Everything about Obversion totally explained
In
traditional logic,
obversion is a "type of immediate
inference in which from a given
proposition another proposition is inferred whose subject is the same as the original subject, whose predicate is the contradictory of the original predicate, and whose quality is affirmative if the original proposition's quality was negative and vice versa". The quality of the inferred
categorical proposition is changed but the truth value is equivalent to the original proposition.
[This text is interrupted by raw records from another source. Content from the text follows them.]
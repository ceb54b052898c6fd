import { audit } from "@/lib/audit";
import type { SessionUser } from "@/lib/auth/user";
import { transact } from "@/lib/transact";
import { nextVersion } from "./edit-claim";
import { findClaim, lockClaim, staleClaim } from "./find-claim";
import type { ClaimAt } from "./schema";
import { supersedeFlags } from "./supersede-flag";

/**
 * Takes a claim out of the key. It keeps its ref and its history and can be restored; an open flag is closed.
 * Doing it twice is harmless.
 * @throws AppError not_found; forbidden; conflict with details.stored
 */
export async function withdrawClaim(input: ClaimAt, user: SessionUser): Promise<{ version: number }> {
  await findClaim(input.workId, input.claimId, user);
  return transact(async (transaction) => {
    const { claim } = await lockClaim(input.workId, input.claimId, user, transaction);
    if (claim.withdrawnAt !== null) return { version: claim.version };
    if (claim.version !== input.version) throw await staleClaim(claim, transaction);
    await claim.update({ withdrawnAt: new Date() }, { transaction });
    await supersedeFlags([claim.id], user.id, transaction);
    await audit(transaction, {
      workId: claim.workId,
      actorId: user.id,
      action: "claim.withdraw",
      subjectType: "claim",
      subjectId: claim.id,
      before: { ref: claim.ref, withdrawn: false },
      after: { ref: claim.ref, withdrawn: true },
    });
    return { version: claim.version };
  });
}

/**
 * Brings a withdrawn claim back as a new version of the same text and the same claimant, unchecked until a run.
 * Doing it twice is harmless.
 * @throws AppError not_found; forbidden; conflict with details.stored
 */
export async function restoreClaim(input: ClaimAt, user: SessionUser): Promise<{ version: number }> {
  await findClaim(input.workId, input.claimId, user);
  return transact(async (transaction) => {
    const { claim } = await lockClaim(input.workId, input.claimId, user, transaction);
    if (claim.withdrawnAt === null) return { version: claim.version };
    if (claim.version !== input.version) throw await staleClaim(claim, transaction);
    await nextVersion(claim, claim, { authorId: user.id, origin: "restored" }, transaction);
    // The version has set its own columns; update() would write only the one it is given.
    claim.set({ withdrawnAt: null });
    await claim.save({ transaction });
    await audit(transaction, {
      workId: claim.workId,
      actorId: user.id,
      action: "claim.restore",
      subjectType: "claim",
      subjectId: claim.id,
      before: { ref: claim.ref, withdrawn: true },
      after: { ref: claim.ref, withdrawn: false },
    });
    return { version: claim.version };
  });
}
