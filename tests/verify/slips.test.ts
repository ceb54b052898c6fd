import { readFileSync } from "node:fs";
import { describe, expect, it } from "vitest";
import { readHalf, type Twice } from "@/lib/symbols/half";
import { evaluate, quantityText, type Quantity } from "@/lib/symbols/quantity";
import { DEFAULT_CONVENTIONS } from "@/lib/verify/conventions";
import { asSignedRoot, rooted, signedRootOf, squarePart, type SignedRoot } from "@/lib/verify/signed-root";
import { SLIPS, type SlipId } from "@/lib/verify/slips";
import { verifyClaim } from "@/lib/verify/verify-claim";
import { anyForm, nonZero, randomFrom, type Random } from "./random";

type Seed = { quantity: Quantity; value: SignedRoot };
/** Makes a wrong claim by one slip, written here apart from the catalogue; null where the slip does nothing. */
type Plant = (random: Random, seed: Seed) => string | null;

const odd = (doubled: number) => Math.abs(doubled) % 4 === 2;
const six = ({ kind, args }: Quantity) => {
  const [a, b, c, d, e, f] = args as readonly number[] as [number, number, number, number, number, number];
  return kind === "3j"
    ? { j1: a, j2: b, j3: c, m1: d, m2: e, m3: f }
    : { j1: a, j2: c, j3: e, m1: b, m2: d, m3: -f };
};
const valueOf = (kind: Quantity["kind"], args: number[]) =>
  asSignedRoot(evaluate({ kind, args: args.map((n) => (n === 0 ? 0 : n) as Twice) }));

/** value·sign·√(n/d) in some form. */
function times(random: Random, { sign, n, d }: SignedRoot, by: number, over: number, flip = false): string {
  return anyForm(random, signedRootOf(flip ? -sign : sign, n * BigInt(by), d * BigInt(over)));
}
const flipIf =
  (when: (q: ReturnType<typeof six>, kind: string) => boolean): Plant =>
  (random, { quantity, value }) =>
    when(six(quantity), quantity.kind) ? times(random, value, 1, 1, true) : null;

function element(random: Random, { value }: Seed, other: SignedRoot | null): string | null {
  if (!other || other.sign === 0) return null;
  return other.sign === value.sign && other.n === value.n && other.d === value.d
    ? null
    : anyForm(random, other);
}

function misprinted(random: Random, text: string): string | null {
  const places = [...text.matchAll(/\d/g)].map((match) => match.index);
  const at = random.pick(places);
  const digit = random.pick([..."123456789"].filter((each) => each !== text[at]));
  return random.pick([
    text.slice(0, at) + digit + text.slice(at + 1),
    text.slice(0, at) + digit + text.slice(at),
    /\d/.test(text[at + 1] ?? "") && text[at + 1] !== "0" ? text.slice(0, at) + text.slice(at + 1) : null,
  ]);
}

function decimal({ sign, n, d }: SignedRoot, places: number, round: (digits: bigint) => bigint): string {
  // ten extra places, by integer square root
  const scale = 10n ** BigInt(places + 10);
  let r = BigInt(Math.ceil(Math.sqrt(Number((n * scale * scale) / d)))) + 1n;
  const target = (n * scale * scale) / d;
  for (let next = (r + target / r) >> 1n; next < r; next = (r + target / r) >> 1n) r = next;
  const digits = round(r)
    .toString()
    .padStart(places + 1, "0");
  return `${sign < 0 ? "-" : ""}${digits.slice(0, -places)}.${digits.slice(-places)}`;
}
const E10 = 10n ** 10n;

const PLANTS: Record<SlipId, Plant> = {
  "overall-sign": (random, { value }) => times(random, value, 1, 1, true),
  "phase-omitted": flipIf(({ j1, j2, m3 }) => odd(j1 - j2 - m3)),
  "coupling-order": flipIf(({ j1, j2, j3 }) => odd(j1 + j2 - j3)),
  "odd-permutation": flipIf(({ j1, j2, j3 }) => odd(j1 + j2 + j3)),
  "projections-reversed": flipIf(({ j1, j2, j3 }, kind) => odd(kind === "cg" ? j1 + j2 - j3 : j1 + j2 + j3)),
  "cg-for-3j": (random, { quantity, value }) => {
    const { j1, j2, j3, m3 } = six(quantity);
    if (quantity.kind !== "3j" || (j3 === 0 && !odd(j1 - j2 - m3))) return null;
    return times(random, value, j3 + 1, 1, odd(j1 - j2 - m3));
  },
  "3j-for-cg": (random, { quantity, value }) => {
    const { j1, j2, j3, m3 } = six(quantity);
    if (quantity.kind !== "cg" || (j3 === 0 && !odd(j1 - j2 - m3))) return null;
    return times(random, value, 1, j3 + 1, odd(j1 - j2 - m3));
  },
  "dimension-factor": (random, { quantity, value }) => {
    const { j1, j3 } = six(quantity);
    if (j3 === 0 || j1 === j3) return null;
    const [by, over] = random.pick([
      [j3 + 1, 1],
      [j3 + 1, j1 + 1],
    ] as const);
    return quantity.kind === "3j" ? times(random, value, by, over) : times(random, value, over, by);
  },
  "m3-sign": (random, { quantity, value }) =>
    six(quantity).m3 === 0
      ? null
      : six(quantity).m3 % 2 !== 0 && random.next() < 0.5
        ? times(random, value, 1, 1, true)
        : "0",
  "arguments-reordered": (random, seed) => {
    const { j1, j2, j3, m1, m2, m3 } = six(seed.quantity);
    const other =
      seed.quantity.kind === "3j"
        ? valueOf("3j", [j1, j2, j3, m2, m1, m3])
        : valueOf("cg", [j1, m2, j2, m1, j3, -m3]);
    return element(random, seed, other);
  },
  "neighbour-entry": (random, seed) => {
    const { j1, j2, j3, m1, m2, m3 } = six(seed.quantity);
    const step = random.pick([2, -2]);
    const other = random.pick([
      () =>
        seed.quantity.kind === "3j"
          ? valueOf("3j", [j1, j2, j3 + step, m1, m2, m3])
          : valueOf("cg", [j1, m1, j2, m2, j3 + step, -m3]),
      () =>
        seed.quantity.kind === "3j"
          ? valueOf("3j", [j1, j2, j3, m1 + step, m2 - step, m3])
          : valueOf("cg", [j1, m1 + step, j2, m2 - step, j3, -m3]),
    ]);
    if (j3 + step < 0) return null;
    return element(random, seed, other());
  },
  "doubled-arguments": (random, seed) =>
    element(
      random,
      seed,
      valueOf(
        seed.quantity.kind,
        seed.quantity.args.map((arg) => 2 * arg),
      ),
    ),
  "square-for-value": (random, { value: { n, d } }) =>
    n === d ? null : anyForm(random, signedRootOf(1, n * n, d * d)),
  "implied-root": (random, { value: { sign, n, d } }) => (n === d ? null : `${sign < 0 ? "-" : ""}${n}/${d}`),
  "value-for-square": (random, { value }) => {
    const root = rooted(value);
    return root && value.n !== value.d ? anyForm(random, root) : null;
  },
  "root-extent": (random, { value: { sign, n, d } }) => {
    const minus = sign < 0 ? "-" : "";
    const below = squarePart(d);
    if (d === 1n || n === d) return null;
    const choices = [`${minus}sqrt(${n})/${d}`];
    if (below.outside !== 1n && below.inside === 1n) choices.push(`${minus}sqrt(${n}/${below.outside})`);
    return random.pick(choices);
  },
  "sign-under-root": (_random, { value: { sign, n, d } }) => (sign < 0 ? `sqrt(-${n}/${d})` : null),
  "upside-down": (random, { value: { sign, n, d } }) =>
    n === d ? null : anyForm(random, signedRootOf(sign, d, n)),
  "factor-of-two": (random, { value }) =>
    times(
      random,
      value,
      ...random.pick([
        [4, 1],
        [1, 4],
        [2, 1],
        [1, 2],
      ] as [number, number][]),
    ),
  "digit-slip": (random, { value: { sign, n, d } }) => {
    const minus = sign < 0 ? "-" : "";
    const [above, below] = [squarePart(n), squarePart(d)];
    const right = random.pick([
      `${minus}sqrt(${n}/${d})`,
      `${minus}${above.outside}*sqrt(${above.inside * below.inside})/${below.outside * below.inside}`,
    ]);
    return misprinted(random, right);
  },
  "rounded-wrongly": (random, { value }) => {
    const { n, d } = value;
    if (squarePart(n).inside === 1n && squarePart(d).inside === 1n) return null;
    return decimal(value, random.whole(3, 6), (x) => (x % E10 < E10 / 2n ? x / E10 + 1n : x / E10));
  },
  "cut-off": (random, { value }) => {
    const { n, d } = value;
    if (squarePart(n).inside === 1n && squarePart(d).inside === 1n) return null;
    return decimal(value, random.whole(3, 6), (x) => (x % E10 > E10 / 2n ? x / E10 : x / E10));
  },
};

const CLAIMS = 80;

function judged(seed: Seed, claimed: string) {
  const quantity = quantityText(seed.quantity);
  return verifyClaim({ ref: "1", quantity, claimed }, DEFAULT_CONVENTIONS);
}

describe("diagnosis of planted slips, j ≤ 6", () => {
  it.each(Object.keys(SLIPS) as SlipId[])("%s stands first in at least 95 of 100", (id) => {
    const random = randomFrom(4_000 + Object.keys(SLIPS).indexOf(id));
    let [made, first, tries] = [0, 0, 0];
    const missed: string[] = [];
    while (made < CLAIMS && tries++ < 20_000) {
      const seed = nonZero(random, id === "doubled-arguments" ? 4 : 6);
      const claimed = PLANTS[id](random, seed);
      if (claimed === null) continue;
      const finding = judged(seed, claimed);
      if (finding.verdict === "confirmed" || finding.verdict === "unreadable") continue;
      made += 1;
      if (finding.slips[0]?.causes.includes(id)) first += 1;
      else
        missed.push(
          `${finding.quantity} ${claimed}: ${finding.slips.map((slip) => slip.causes.join("+")).join(" | ")}`,
        );
    }
    expect(made).toBe(CLAIMS);
    expect(first / made, missed.slice(0, 10).join("\n")).toBeGreaterThanOrEqual(0.95);
  });

  it("explains two slips together in most cases", () => {
    const random = randomFrom(77);
    let [made, found] = [0, 0];
    while (made < 100) {
      const seed = nonZero(random, 6, "3j");
      const { j1, j2, j3, m3 } = six(seed.quantity);
      if (j3 === 0) continue;
      const finding = judged(seed, times(random, seed.value, j3 + 1, 1, !odd(j1 - j2 - m3)));
      if (finding.verdict === "confirmed") continue;
      made += 1;
      if (
        finding.slips.some(
          ({ causes }) => causes.includes("cg-for-3j") || causes.includes("dimension-factor"),
        )
      )
        found += 1;
    }
    expect(found).toBeGreaterThanOrEqual(90);
  });
});

describe("wrong values that no slip made", () => {
  it.each([
    [
      "roots of small fractions",
      (random: Random) =>
        signedRootOf(random.pick([1, -1]), BigInt(random.whole(1, 40)), BigInt(random.whole(1, 80))),
    ],
    [
      "roots of large fractions",
      (random: Random) =>
        signedRootOf(random.pick([1, -1]), BigInt(random.whole(1, 400)), BigInt(random.whole(1, 2000))),
    ],
  ])("are called likely in at most 2 of 100: %s", (_name, draw) => {
    const random = randomFrom(9);
    let [made, likely] = [0, 0];
    while (made < 250) {
      const seed = nonZero(random, 6);
      const value = draw(random);
      const finding = judged(seed, `${value.sign < 0 ? "-" : ""}sqrt(${value.n}/${value.d})`);
      if (finding.verdict === "confirmed") continue;
      made += 1;
      if (finding.slips.some(({ certainty }) => certainty === "likely")) likely += 1;
    }
    expect(likely).toBeLessThanOrEqual(0.02 * made);
  });

  it("never offers more than three explanations, each with a sentence and a relation", () => {
    const random = randomFrom(31);
    for (let n = 0; n < 200; n++) {
      const { slips } = judged(nonZero(random, 6), anyForm(random, nonZero(random, 3).value));
      expect(slips.length).toBeLessThanOrEqual(3);
      for (const slip of slips) {
        expect(slip.says).toMatch(/^.{20,}\.$/su);
        expect(slip.formulaLatex).not.toBe("");
        expect(new Set(slip.causes).size).toBe(slip.causes.length);
      }
    }
  });
});

describe("published misprints", () => {
  type Row = { kind: string; args: string[]; match?: boolean; printed?: { sign: number; square: string } };
  const rows = readFileSync(new URL("../reference-data/published.jsonl", import.meta.url), "utf8")
    .trim()
    .split("\n")
    .map((line) => JSON.parse(line) as Row)
    .filter((row) => row.match === false && (row.kind === "3j" || row.kind === "cg"));

  it("are all there", () => expect(rows).toHaveLength(4));

  it.each(rows)("$kind $args is diagnosed as a sign", (row) => {
    const args = row.args.map((arg) => readHalf(arg) as Twice);
    const quantity = quantityText({ kind: row.kind as Quantity["kind"], args });
    const claimed = `${(row.printed?.sign ?? 1) < 0 ? "-" : ""}sqrt(${row.printed?.square ?? ""})`;
    const finding = verifyClaim({ ref: "1", quantity, claimed }, DEFAULT_CONVENTIONS);
    expect(finding.verdict).toBe("discrepant");
    expect(finding.slips[0]?.causes).toContain("overall-sign");
    expect(finding.slips[0]?.certainty).toBe("likely");
  });
});

describe("what is said of a slip", () => {
  const says = (quantity: string, claimed: string) => {
    const [slip] = verifyClaim({ ref: "1", quantity, claimed }, DEFAULT_CONVENTIONS).slips;
    return `${slip?.certainty}: ${slip?.says}`;
  };

  it("puts the numbers in", () => {
    expect(says("(1 1 2; 0 0 0)", "sqrt(2/3)")).toBe(
      "likely: This is the CG coefficient <1 0 1 0 | 2 0>; the 3j symbol differs from it by (−1)^(j1−j2−m3)/√(2j3+1), here (−1)^(1−1−0)/√5; the same value also comes from: dimension factor wrong.",
    );
    expect(says("<1 0 1 0 | 2 0>", "sqrt(2)/3")).toContain("√2/3 stands for √(2/3)");
    expect(says("<2 1 1 0 | 3 1>", "sqrt(8/51)")).toBe(
      "possible: One digit is wrong: with 15 in place of 51 the value is right.",
    );
    expect(says("(1 1 2; 0 0 0)", "0.36514")).toBe(
      "likely: The digits were cut off; rounded to 5 decimals the value is 0.36515.",
    );
    expect(says("(2 1 1; 0 0 0)", "-sqrt(2/15)")).toBe(
      "likely: The sign is the opposite one, as when the phase (−1)^(j1−j2−m3) = −1 is left out.",
    );
  });

  it("says nothing of a value that fits no slip", () => {
    expect(
      verifyClaim({ ref: "1", quantity: "(5/2 2 3/2; 1/2 0 -1/2)", claimed: "7/11" }, DEFAULT_CONVENTIONS)
        .slips,
    ).toEqual([]);
  });
});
The immediately inferred proposition is termed the "obverse" of the original proposition, and is a valid form of inference for all types (A, E, I, O) of categorical propositions.
In a
universal affirmative and a
universal negative proposition the
subject term and the
predicate term are both replaced by their complements:
The universal affirmative ("A" proposition) is obverted to a universal negative ("E" proposition).
"All S is P" and
"No S is non-P"
"All cats are animals" and
"No cats are non-animals"
The universal negative ("E" proposition) is obverted to a universal affirmative ("A" proposition).
"No S is P" and
"All S is non-P"
"No cats are friendly" and
"All cats are unfriendly"
In the
particular affirmative the quantity of the subject term remains unchanged, but the predicate term of the inferred proposition negates the complement of the predicate term of the original proposition. The particular affirmative ("I" proposition) is obverted to a particular negative ("O" proposition).
"Some S are P" and
"Some S are not non-P"
"Some animals are friendly creatures" and
"Some animals are not unfriendly creatures."
In the obversion of a
particular negative to a particular affirmative the quantity of the subject also remains unchanged, and the predicate term is changed from simple negation to a term of the complementary class. The particular negative ("O") proposition is obverted to a particular affirmative ("I" proposition).
"Some S isn't P" and
"Some S is non-P"
"Some animals are not friendly creatures" and
"Some animals are unfriendly creatures."
Note that the truth-value of an original statement is preserved in its resulting obverse form. Because of this, obversion can be used to determine the immediate inferences of all categorical propositions, regardless of quality or quantity.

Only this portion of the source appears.